1. Evaluate \(2\cdot 2 \).
2. Evaluate \(5+3\).
3. Evaluate \(6\div 2\).
We begin with a brief review of arithmetic with integers i.e. \(\ldots,-3,-2,-1,0,1,2,3, \ldots\)
Any number has a weight and a sign.
The magnitude (or weight) of a number is the distance it is from 0 on the number line.
Two numbers are opposites if, on the number line, they are on opposite sides of zero, but the same distance away from zero.
The magnitude of -5 is 5 and the magnitude of 7 is 7 .
So, −5 is the opposite of 5, and 7 is the opposite of −7 and so on.
Find the opposite of
a. \(-3\)
b. \(9\)
- Answer
-
a. \(3\)
b. \(-9\)
Addition
We can add two numbers with the help of a number line.
Add \(3+4\).
Solution
To add \(3 + 4\), we start with 3 on the number line then move 4 units to the right. We land at 7 which is our answer.
So, \(3+4=7\).

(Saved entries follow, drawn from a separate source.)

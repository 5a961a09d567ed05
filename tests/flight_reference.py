"""An independent reference model of a spinning disc's flight, written from PHYSICS.md.

Written from the equations, not from the Rust code, and deliberately in a different form:

* State: position r, velocity v, unit axis n, and the angular momentum H about the centre of
  mass (12 numbers), instead of n, dn/dt and the spin. The rotation follows Euler's law
  dH/dt = M directly (Goldstein, Poole & Safko (2002), Classical Mechanics 3rd ed., §5.5),
  with H = I_z w_s n + I_x w_perp for an axisymmetric body, hence
  w_s = H.n / I_z, w_perp = (H - (H.n) n) / I_x, dn/dt = w_perp x n.
* Translation: m dv/dt = F_aero + m g, g = (0, 0, -g).
* Aerodynamics (PHYSICS.md "Aerodynamics"; axes of the shared AeroInput docs): v_rel = v - w;
  alpha = atan2(-v^.n, |v^ - (v^.n) n|); q = rho V^2 / 2; A = pi d^2 / 4;
  lift q A C_L along the unit part of n perpendicular to v_rel; drag q A C_D along -v^;
  moments q A d (C_roll e_r + C_pitch e_p + C_spin n), with e_r the unit in-plane part of v^
  and e_p = v^ x n normalised (nose-up positive).
* Hummel-style linear coefficients (Hummel, S. A. (2003), Frisbee Flight Simulation and Throw
  Biomechanics, MS thesis, UC Davis; the form, with the values passed in):
  C_L = C_L0 + C_La a; C_D = C_D0 + C_Da (a - a0)^2; C_M = C_M0 + C_Ma a + C_Mq q_rate;
  C_roll = C_Rr w_s + C_Rp p_rate; C_spin = C_Nr w_s; rates read in rad/s or as rate d/(2V).
* Landing: first time the lowest rim point z - R sqrt(n_x^2 + n_y^2) reaches 0 (terminal event).
* Release (the shared ReleaseState docs): velocity at launch angle and heading; the disc plane
  pitched up by the nose angle in the vertical plane of the velocity, then rolled about the
  velocity by the roll angle, hyzer (positive) lowering the fade-side edge; the wobble is a
  transverse angular velocity in the disc plane at an angle from the in-plane forward direction
  toward the left.
"""
from __future__ import annotations

import math

import numpy as np
from scipy.integrate import solve_ivp


def _unit(x):
    return x / np.linalg.norm(x)


def _rotate(vector, axis, angle):
    """Rodrigues' rotation of `vector` about the unit `axis` by `angle` (rad)."""
    axis = _unit(axis)
    return (vector * math.cos(angle) + np.cross(axis, vector) * math.sin(angle)
            + axis * np.dot(axis, vector) * (1.0 - math.cos(angle)))


class LinearModel:
    """Hummel-style linear coefficients, read from the serialised set (our axes)."""

    def __init__(self, c: dict):
        self.c = c
        conv = c["rates"]["convention"]
        self.reference_diameter = conv.get("reference_diameter_m") if conv["kind"] == "non_dimensional" else None

    def _rate(self, rate, speed):
        if self.reference_diameter is None:
            return rate
        return rate * self.reference_diameter / (2.0 * speed) if speed > 0 else 0.0

    def __call__(self, alpha, speed, spin, pitch_rate, roll_rate):
        c, r = self.c, self.c["rates"]
        cl = c["lift_at_zero"] + c["lift_slope_per_rad"] * alpha
        cd = c["drag_min"] + c["drag_growth_per_rad2"] * (alpha - c["drag_min_alpha_rad"]) ** 2
        cm = (c["pitch_at_zero"] + c["pitch_slope_per_rad"] * alpha
              + r["pitch_damping"] * self._rate(pitch_rate, speed))
        croll = r["roll_from_spin"] * self._rate(spin, speed) + r["roll_damping"] * self._rate(roll_rate, speed)
        cspin = r["spin_damping"] * self._rate(spin, speed)
        return cl, cd, cm, croll, cspin


class Disc:
    """A disc with its coefficient set, in given air, wind and gravity."""

    def __init__(self, body: dict, model: dict, density: float, wind, gravity: float):
        self.m = body["mass_kg"]
        self.iz = body["spin_inertia_kg_m2"]
        self.ix = body["transverse_inertia_kg_m2"]
        self.d = body["diameter_m"]
        self.model = LinearModel(model)
        self.rho = density
        self.wind = np.asarray(wind, dtype=float)
        self.g = gravity

    def spin_and_transverse(self, n, h):
        spin = np.dot(h, n) / self.iz
        return spin, (h - np.dot(h, n) * n) / self.ix

    def aero(self, v, n, omega, spin):
        """Aerodynamic force (N) and moment (N m), world frame."""
        v_rel = v - self.wind
        speed = np.linalg.norm(v_rel)
        zero = np.zeros(3)
        if speed == 0.0 or self.rho == 0.0:
            return zero, zero
        vh = v_rel / speed
        along = np.dot(vh, n)
        in_plane = vh - along * n
        alpha = math.atan2(-along, np.linalg.norm(in_plane))
        e_r = _unit(in_plane)
        e_p = _unit(np.cross(vh, n))
        cl, cd, cm, croll, cspin = self.model(alpha, speed, spin, np.dot(omega, e_p), np.dot(omega, e_r))
        lift_dir = _unit(n - np.dot(n, vh) * vh)
        qa = 0.5 * self.rho * speed * speed * math.pi * self.d ** 2 / 4.0
        force = qa * (cl * lift_dir - cd * vh)
        moment = qa * self.d * (croll * e_r + cm * e_p + cspin * n)
        return force, moment

    def rhs(self, _t, y):
        r, v, n, h = y[0:3], y[3:6], _unit(y[6:9]), y[9:12]
        spin, w_perp = self.spin_and_transverse(n, h)
        omega = spin * n + w_perp
        force, moment = self.aero(v, n, omega, spin)
        acc = force / self.m - np.array([0.0, 0.0, self.g])
        return np.concatenate([v, acc, np.cross(w_perp, n), moment])

    def rim_height(self, _t, y):
        n = y[6:9]
        return y[2] - 0.5 * self.d * math.hypot(n[0], n[1]) / np.linalg.norm(n)


def release_state(disc: Disc, release: dict, fade_side: float):
    """The initial 12-vector from a release record (see the module docs)."""
    speed, launch, heading = release["speed_mps"], release["launch_rad"], release["heading_rad"]
    forward = np.array([math.cos(launch) * math.cos(heading), math.cos(launch) * math.sin(heading), math.sin(launch)])
    left = np.array([-math.sin(heading), math.cos(heading), 0.0])
    # nose: the disc's axis starts vertical-to-the-velocity and pitches back by the nose angle
    # (a rotation about the left axis turning the top away from the direction of travel)
    up = np.cross(forward, left)
    n = _rotate(up, left, -release["nose_rad"])
    # roll about the velocity: hyzer lowers the fade-side edge, i.e. tips n toward the fade side
    n = _rotate(n, forward, -fade_side * release["roll_rad"])
    spin_sign = -fade_side  # clockwise from above (w_s < 0) fades left (+y)
    spin = spin_sign * release["spin_rad_s"]
    e_f = _unit(forward - np.dot(forward, n) * n)
    e_l = np.cross(n, e_f)
    beta = release["off_axis_direction_rad"]
    w_perp = release["off_axis_rate_rad_s"] * (math.cos(beta) * e_f + math.sin(beta) * e_l)
    h = disc.iz * spin * n + disc.ix * w_perp
    position = np.array([0.0, 0.0, release["height_m"]])
    return np.concatenate([position, speed * forward, n, h])


def fly(record: dict, rtol: float = 1e-10, atol: float = 1e-12, method: str = "DOP853", max_time: float = 30.0):
    """Flies one throw record (as printed by the reference_flights example).

    Returns (landing time s, landing position m as a 3-array, number of right-hand-side calls).
    """
    disc = Disc(record["body"], record["model"], record["air"]["density_kg_m3"], record["wind_mps"], record["gravity_mps2"])
    y0 = release_state(disc, record["release"], record["fade_side"])
    def event(t, y):
        return disc.rim_height(t, y)

    event.terminal = True
    event.direction = -1
    sol = solve_ivp(disc.rhs, (0.0, max_time), y0, method=method, rtol=rtol, atol=atol, events=event)
    if not sol.t_events[0].size:
        raise RuntimeError("the reference disc did not land")
    return float(sol.t_events[0][0]), np.array(sol.y_events[0][0][0:3]), int(sol.nfev)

Notice that the answer has the same sign as the signs of 3 and 4 (both positive) and its weight comes from adding the weights of 3 and 4.

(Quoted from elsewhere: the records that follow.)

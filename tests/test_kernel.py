"""Spinfoil's Jupyter kernel through real Jupyter clients.

`jupyter_kernel_test` (Jupyter's own conformance suite, PyPI) drives the protocol and validates
every message against the messaging-protocol schema; the other tests check robustness: bad
signatures, malformed messages, interrupts, restarts, memory over many executes.
"""
import time
import unittest

import jupyter_kernel_test
import pytest

from kernel_support import RawShell, install_kernelspec, kernel_pid, rss_mb, start_kernel, wait_for_reply

install_kernelspec()

PROTOTYPES = """
let rim = material("Quarry rim blend", 1.30);
let core = material("Tidewater foam core", 0.80);
let outline = driver_outline(#{});
let one = disc("Kestrel one-piece", outline, single_layup(material("Harbor blend", 0.95)), #{ mass_g: 170.0 });
let over = disc("Kestrel overmold", outline, rim_layup(rim, core, #{ split_radius_cm: 9.0 }), #{ mass_g: 170.0 });
"""


class SpinfoilKernelTests(jupyter_kernel_test.KernelTests):
    """Jupyter's kernel conformance tests, every applicable sample filled in."""

    kernel_name = "spinfoil"
    language_name = "spinfoil"
    file_extension = ".rhai"

    code_hello_world = 'print("hello, world")'
    code_stderr = 'debug("a note for stderr")'
    code_generate_error = "let broken = ;"
    code_execute_result = [
        {"code": "6 * 7", "result": "42"},
        {"code": "let spin_rpm = 900; spin_rpm / 60.0", "result": "15.0"},
        {"code": '"Kestrel " + "driver"', "result": "Kestrel driver"},
    ]
    code_display_data = [
        {"code": PROTOTYPES + "show(compare_mass([one, over]));", "mime": "text/html"},
        {"code": PROTOTYPES + "show(compare_mass([one, over]));", "mime": "application/json"},
    ]
    completion_samples = [
        {"text": "throw_rel", "matches": {"throw_release"}},
        {"text": "throw_release(#{ spin_r", "matches": {"spin_rpm", "spin_rps"}},
        {"text": "driver_out", "matches": {"driver_outline"}},
    ]
    complete_code_samples = ["1 + 1", "let carry_m = 95.0;", "fn double(x) { x * 2 }"]
    incomplete_code_samples = ["fn double(x) {", "let speeds = [20, 22,", "let t = throw_release(#{ speed_mps: 24,"]
    invalid_code_samples = ["let broken = ;", "1 + )"]
    code_inspect_sample = "fly"
    code_history_pattern = "6 ?*"
    supported_history_operations = ("tail", "range", "search")

    def test_kernel_info_names_the_highlighting_and_protocol(self):
        self.flush_channels()
        self.kc.kernel_info()
        reply = self.kc.get_shell_msg(timeout=10)
        info = reply["content"]
        self.assertEqual(info["protocol_version"], "5.3")
        self.assertEqual(info["language_info"]["codemirror_mode"], "rust")
        self.assertEqual(info["implementation"], "spinfoil")

    def test_error_points_into_the_cell(self):
        self.flush_channels()
        reply, outputs = self.execute_helper("let a = 1;\nlet b = a + missing_name;")
        self.assertEqual(reply["content"]["status"], "error")
        traceback = "\n".join(outputs[0]["content"]["traceback"])
        self.assertIn("at line 2", traceback)
        self.assertIn("let b = a + missing_name;", traceback)

    def test_user_expressions_are_an_object_with_answers(self):
        self.flush_channels()
        msg_id = self.kc.execute("let d = 3;", user_expressions={"double": "d * 2", "bad": "nope("})
        reply = wait_for_reply(self.kc, msg_id)
        answers = reply["content"]["user_expressions"]
        self.assertEqual(answers["double"]["status"], "ok")
        self.assertEqual(answers["double"]["data"]["text/plain"], "6")
        self.assertEqual(answers["bad"]["status"], "error")

    def test_completion_offers_variables_in_scope(self):
        self.flush_channels()
        self.execute_helper("let release_speed_mps = 24;")
        msg_id = self.kc.complete("release_sp")
        reply = wait_for_reply(self.kc, msg_id)
        self.assertEqual(reply["content"]["matches"], ["release_speed_mps"])
        self.assertEqual((reply["content"]["cursor_start"], reply["content"]["cursor_end"]), (0, 10))

    def test_comm_info_lists_no_comms(self):
        self.flush_channels()
        msg_id = self.kc.comm_info()
        reply = wait_for_reply(self.kc, msg_id)
        self.assertEqual(reply["content"], {"status": "ok", "comms": {}})

    def test_variables_persist_and_counts_grow(self):
        self.flush_channels()
        first, _ = self.execute_helper("let carry_m = 80.5;")
        second, outputs = self.execute_helper("carry_m + 1.0")
        self.assertEqual(second["content"]["execution_count"], first["content"]["execution_count"] + 1)
        result = [m for m in outputs if m["msg_type"] == "execute_result"][0]
        self.assertEqual(result["content"]["data"]["text/plain"], "81.5")


@pytest.fixture
def kernel():
    manager, client = start_kernel()
    yield manager, client
    client.stop_channels()
    manager.shutdown_kernel(now=True)


def test_a_bad_signature_is_dropped_and_the_kernel_still_answers(kernel):
    manager, client = kernel
    raw = RawShell(manager)
    try:
        raw.send(raw.frames("execute_request", {"code": "1"}, signature=b"0" * 64))
        assert raw.reply(0.5) is None, "a message with a bad signature must get no reply"
        raw.send(raw.frames("kernel_info_request", {}))
        answer = raw.reply(10)
        assert answer["msg_type"] == "kernel_info_reply"
    finally:
        raw.close()
    assert manager.is_alive()


def test_malformed_messages_do_not_kill_the_kernel(kernel):
    manager, client = kernel
    raw = RawShell(manager)
    try:
        raw.send([b"no delimiter here"])
        raw.send([b"<IDS|MSG>", b"sig"])
        raw.send([b"<IDS|MSG>", b"sig", b"{not json", b"{}", b"{}", b"{}"])
        raw.send(raw.frames("execute_request", {"no_code": True}))
        answer = raw.reply(10)
        assert answer["msg_type"] == "execute_reply"
        assert answer["content"]["status"] == "error"
        raw.send(raw.frames("no_such_request", {}))
    finally:
        raw.close()
    reply = client.execute_interactive("21 * 2", timeout=10)
    assert reply["content"]["status"] == "ok"
    assert manager.is_alive()


def test_an_interrupt_stops_a_long_cell_within_one_second(kernel):
    manager, client = kernel
    msg_id = client.execute("let n = 0; loop { n += 1; }")
    time.sleep(0.5)
    started = time.monotonic()
    manager.interrupt_kernel()
    reply = wait_for_reply(client, msg_id, timeout_s=10)
    elapsed = time.monotonic() - started
    assert reply["content"]["status"] == "error"
    assert reply["content"]["ename"] == "Interrupted"
    assert elapsed < 1.0, f"the cell stopped {elapsed:.2f} s after the interrupt"
    assert client.execute_interactive("1 + 1", timeout=10)["content"]["status"] == "ok"


def test_executes_queued_behind_a_failing_cell_are_aborted(kernel):
    manager, client = kernel
    failing = client.execute('let n = 0; while n < 200000 { n += 1; } throw "stop here";')
    queued = [client.execute("1 + 1"), client.execute("2 + 2")]
    statuses = replies_by_id(client, [failing, *queued])
    assert [statuses[m] for m in (failing, *queued)] == ["error", "aborted", "aborted"]
    assert client.execute_interactive("3 + 3", timeout=10)["content"]["status"] == "ok"
    quiet = client.execute("throw 1;", stop_on_error=False)
    after = client.execute("4 + 4")
    statuses = replies_by_id(client, [quiet, after])
    assert [statuses[quiet], statuses[after]] == ["error", "ok"]


def replies_by_id(client, msg_ids):
    """The status of the shell reply to each of `msg_ids`, in whatever order they arrive."""
    statuses = {}
    while len(statuses) < len(msg_ids):
        reply = client.get_shell_msg(timeout=15)
        statuses[reply["parent_header"].get("msg_id")] = reply["content"]["status"]
    return statuses


def test_a_restart_gives_a_fresh_kernel(kernel):
    manager, client = kernel
    client.execute_interactive("let kept = 5;", timeout=10)
    manager.restart_kernel(now=False)
    client.wait_for_ready(timeout=30)
    reply = client.execute_interactive("kept", timeout=10)
    assert reply["content"]["status"] == "error"


def test_five_hundred_executes_grow_memory_by_less_than_20_mb(kernel):
    manager, client = kernel
    pid = kernel_pid(manager)
    for _ in range(20):
        client.execute_interactive("let v = [1, 2, 3]; v.len()", timeout=10)
    before = rss_mb(pid)
    for k in range(500):
        reply = client.execute_interactive(f'let v = [1, 2, 3, {k}]; print("cell {k}"); v.len()', timeout=10)
        assert reply["content"]["status"] == "ok"
    growth = rss_mb(pid) - before
    assert growth < 20.0, f"RSS grew by {growth:.1f} MB over 500 executes"


if __name__ == "__main__":
    unittest.main()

You always move to the right when you add a positive number.
You always move to the left when you add a negative number (a debt).
Add \(-10+(-4)\).
Solution
Adding two negative numbers, \(-10+(-4)\) means you are adding a debt of \(\$ 4\) to an already existing debt of \(\$ 10 .\) So, we start at -10 on the number line and move 4 units to the left, to land at \(-14,\) which is the answer.
So, \(-10+(-4)=-14\). Notice that the answer has the same sign as the signs of -10 and -4 (both negative) and its weight comes from adding the weights of -10 and -4.
To add numbers of opposite signs, that is, a positive and a negative number, we can also use the number line. For example, to perform \(10+(-4),\) we start at 10 on the number line and then move 4 units to the left. We land at \(6,\) which is the answer. Think of \(10+(-4)\) as having \(\$ 10\) and adding a \(\$ 4\) debt. Because we are adding a debt, we move to the left on the number line!
So, \(10+(-4)=6 .\) Notice that the answer has the same sign as the sign of 10 (positive) because it is the number of larger weight, and its weight comes from finding the difference of the weights of 10 and -4
Notice that because we were adding two numbers of opposite signs, the answer ended up being the difference in weight (6) along with the sign of the number of larger weight (positive).
Add \(3+(-7)\).
Solution
We start at 3 and move toward 7 units to the left, and we land at \(-4,\) which is our answer.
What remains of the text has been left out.